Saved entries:
using System.Globalization;
using System.Text;
using System.Text.Json.Nodes;

namespace PadPlan.Fuzz;

/// <summary>Seeded damage to an input file: truncation, deleted and duplicated keys and entries, wrong types, extreme numbers, nulls, control characters, long text and byte flips.</summary>
public sealed class Mutator(Random random)
{
    /// <summary>Numbers that have broken things before, the edges of the documented limits, and a few absurd ones.</summary>
    private static readonly string[] Extremes =
    [
        "1e308", "-1e308", "0", "-0.0", "-1", "1e-300", "4.9e-324", "2147483648", "-2147483649", "99999999999999999999",
        "499.999", "500.001", "999.999", "1000", "49.999", "50", "0.5", "0.4999", "2000", "-2000", "2000.001", "100", "1e5",
    ];

    private static readonly string[] Hostile = ["\u001b[2J", "\u202Eevil", "\u0000", "=SUM(A1:A9)", "@cmd", "-2+3", "\t\r", "\"quoted\"", "a,b"];

    public (byte[] Bytes, string What) Mutate(byte[] input, bool json)
    {
        var steps = 1 + random.Next(3);
        var bytes = input;
        var what = new List<string>();
        for (var i = 0; i < steps; i++)
        {
            var (next, step) = json ? MutateJson(bytes) : MutateText(bytes);
            bytes = next;
            what.Add(step);
        }
        return (bytes, string.Join("; ", what));
    }

    private (byte[], string) MutateJson(byte[] input)
    {
        var pick = random.Next(14);
        if (pick == 0) return Truncate(input);
        if (pick == 1) return FlipBytes(input);
        if (pick == 2) return DuplicateLine(input);
        JsonNode? root;
        var nodes = new List<(JsonNode? Node, JsonNode Parent, string? Key, int Index)>();
        try
        {
            root = JsonNode.Parse(input, documentOptions: new System.Text.Json.JsonDocumentOptions { AllowTrailingCommas = true, CommentHandling = System.Text.Json.JsonCommentHandling.Skip });
            if (root is not null) Collect(root, nodes);
        }
        catch (Exception e) when (e is System.Text.Json.JsonException or ArgumentException or InvalidOperationException)
        {
            return FlipBytes(input); // already broken by an earlier step (or a key given twice)
        }
        if (root is null) return FlipBytes(input);
        if (nodes.Count == 0) return Truncate(input);
        var (node, parent, key, index) = nodes[random.Next(nodes.Count)];
        string what;
        switch (pick)
        {
            case 3 or 4:
                var numbers = nodes.Where(n => n.Node is JsonValue v && v.GetValueKind() == System.Text.Json.JsonValueKind.Number).ToList();
                if (numbers.Count == 0) goto default;
                (node, parent, key, index) = numbers[random.Next(numbers.Count)];
                var extreme = random.Next(4) == 0 ? Scaled(node!) : Extremes[random.Next(Extremes.Length)];
                Set(parent, key, index, JsonNode.Parse(extreme));
                what = $"number at {Where(parent, key, index)} = {extreme}";
                break;
            case 5:
                if (parent is JsonObject o) { o.Remove(key!); what = $"deleted {Where(parent, key, index)}"; }
                else { ((JsonArray)parent).RemoveAt(index); what = $"deleted entry {Where(parent, key, index)}"; }
                break;
            case 6:
                JsonNode? wrong = random.Next(6) switch { 0 => "text", 1 => true, 2 => new JsonArray(), 3 => new JsonObject(), 4 => 42, _ => null };
                Set(parent, key, index, wrong);
                what = $"wrong type at {Where(parent, key, index)}";
                break;
            case 7:
                var arrays = nodes.Where(n => n.Node is JsonArray { Count: > 0 }).ToList();
                if (arrays.Count == 0) goto default;
                var array = (JsonArray)arrays[random.Next(arrays.Count)].Node!;
                array[random.Next(array.Count)] = null;
                what = "null list entry";
                break;
            case 8:
                var lists = nodes.Where(n => n.Node is JsonArray { Count: > 0 }).ToList();
                if (lists.Count == 0) goto default;
                var list = (JsonArray)lists[random.Next(lists.Count)].Node!;
                var copies = random.Next(3) == 0 ? random.Next(100, 3000) : 1;
                var entry = list[random.Next(list.Count)];
                for (var c = 0; c < copies; c++) list.Add(entry?.DeepClone());
                what = $"entry duplicated {copies} time(s)";
                break;
            case 9 or 10:
                var texts = nodes.Where(n => n.Node is JsonValue v && v.GetValueKind() == System.Text.Json.JsonValueKind.String).ToList();
                if (texts.Count == 0) goto default;
                (node, parent, key, index) = texts[random.Next(texts.Count)];
                var text = node!.GetValue<string>();
                var changed = random.Next(3) == 0
                    ? text + new string((char)('a' + random.Next(26)), random.Next(100, 20_000))
                    : text.Insert(random.Next(text.Length + 1), Hostile[random.Next(Hostile.Length)]);
                Set(parent, key, index, changed);
                what = $"text at {Where(parent, key, index)} changed ({changed.Length} chars)";
                break;
            default:
                Set(parent, key, index, JsonNode.Parse(Extremes[random.Next(Extremes.Length)]));
                what = $"value at {Where(parent, key, index)} replaced by a number";
                break;
        }
        return (Encoding.UTF8.GetBytes(root.ToJsonString()), what);
    }

    private (byte[], string) MutateText(byte[] input)
    {
        var lines = Encoding.UTF8.GetString(input).Split('\n').ToList();
        switch (random.Next(8))
        {
            case 0: return Truncate(input);
            case 1: return FlipBytes(input);
            case 2:
                if (lines.Count > 1) lines.RemoveAt(random.Next(lines.Count));
                return (Join(lines), "deleted a line");
            case 3: return DuplicateLine(input);
            case 4:
                var at = random.Next(lines.Count);
                var tokens = lines[at].Split(' ');
                tokens[random.Next(tokens.Length)] = random.Next(3) switch { 0 => Extremes[random.Next(Extremes.Length)], 1 => "xyz", _ => "" };
                lines[at] = string.Join(' ', tokens);
                return (Join(lines), $"token on line {at + 1} replaced");
            case 5:
                lines.Insert(random.Next(lines.Count + 1), random.Next(3) switch { 0 => ".subckt unfinished a b", 1 => ".control", _ => "R99 n1 n2 n3" });
                return (Join(lines), "unterminated section or bad line");
            case 6:
                var line = random.Next(lines.Count);
                lines[line] += " " + new string('7', random.Next(100, 100_000));
                return (Join(lines), $"long token on line {line + 1}");
            default:
                var l = random.Next(lines.Count);
                lines[l] = lines[l].Insert(random.Next(lines[l].Length + 1), Hostile[random.Next(Hostile.Length)]);
                return (Join(lines), $"hostile text on line {l + 1}");
        }
    }

    private static byte[] Join(List<string> lines) => Encoding.UTF8.GetBytes(string.Join('\n', lines));

    private (byte[], string) Truncate(byte[] input)
    {
        var cut = input.Length == 0 ? 0 : random.Next(input.Length);
        return (input[..cut], $"cut to {cut} bytes");
    }

    private (byte[], string) FlipBytes(byte[] input)
    {
        var copy = (byte[])input.Clone();
        var flips = 1 + random.Next(4);
        for (var i = 0; i < flips && copy.Length > 0; i++) copy[random.Next(copy.Length)] ^= (byte)(1 << random.Next(8));
        return (copy, $"{flips} bit flip(s)");
    }

    private (byte[], string) DuplicateLine(byte[] input)
    {
        var lines = Encoding.UTF8.GetString(input).Split('\n').ToList();
        var at = random.Next(lines.Count);
        lines.Insert(at, lines[at]);
        return (Join(lines), $"line {at + 1} duplicated (keys twice)");
    }

    private string Scaled(JsonNode number)
    {
        var value = number.GetValue<double>();
        var factor = new[] { -1, 10, 0.1, 1000, 1e-6 }[random.Next(5)];
        var scaled = value * factor;
        // JSON has no infinity: a product past the largest double becomes the largest one written out
        if (!double.IsFinite(scaled)) return scaled > 0 ? "1e308" : "-1e308";
        return scaled.ToString("R", CultureInfo.InvariantCulture);
    }

    private static void Collect(JsonNode node, List<(JsonNode?, JsonNode, string?, int)> into)
    {
        switch (node)
        {
            case JsonObject obj:
                foreach (var (key, value) in obj)
                {
                    into.Add((value, obj, key, -1));
                    if (value is not null) Collect(value, into);
                }
                break;
            case JsonArray array:
                for (var i = 0; i < array.Count; i++)
                {
                    into.Add((array[i], array, null, i));
                    if (array[i] is { } item) Collect(item, into);
                }
                break;
        }
    }

    private static void Set(JsonNode parent, string? key, int index, JsonNode? value)
    {
        if (parent is JsonObject obj) obj[key!] = value;
        else ((JsonArray)parent)[index] = value;
    }

    private static string Where(JsonNode parent, string? key, int index) => key is null ? $"{parent.GetPath()}[{index}]" : $"{parent.GetPath()}.{key}";
}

*Your objective:*
Return, from the data, each line where the string "default" occurs.

*Written response:*
                if (numbers.Count == 0) goto default;
                if (arrays.Count == 0) goto default;
                if (lists.Count == 0) goto default;
                if (texts.Count == 0) goto default;
            default:
            default:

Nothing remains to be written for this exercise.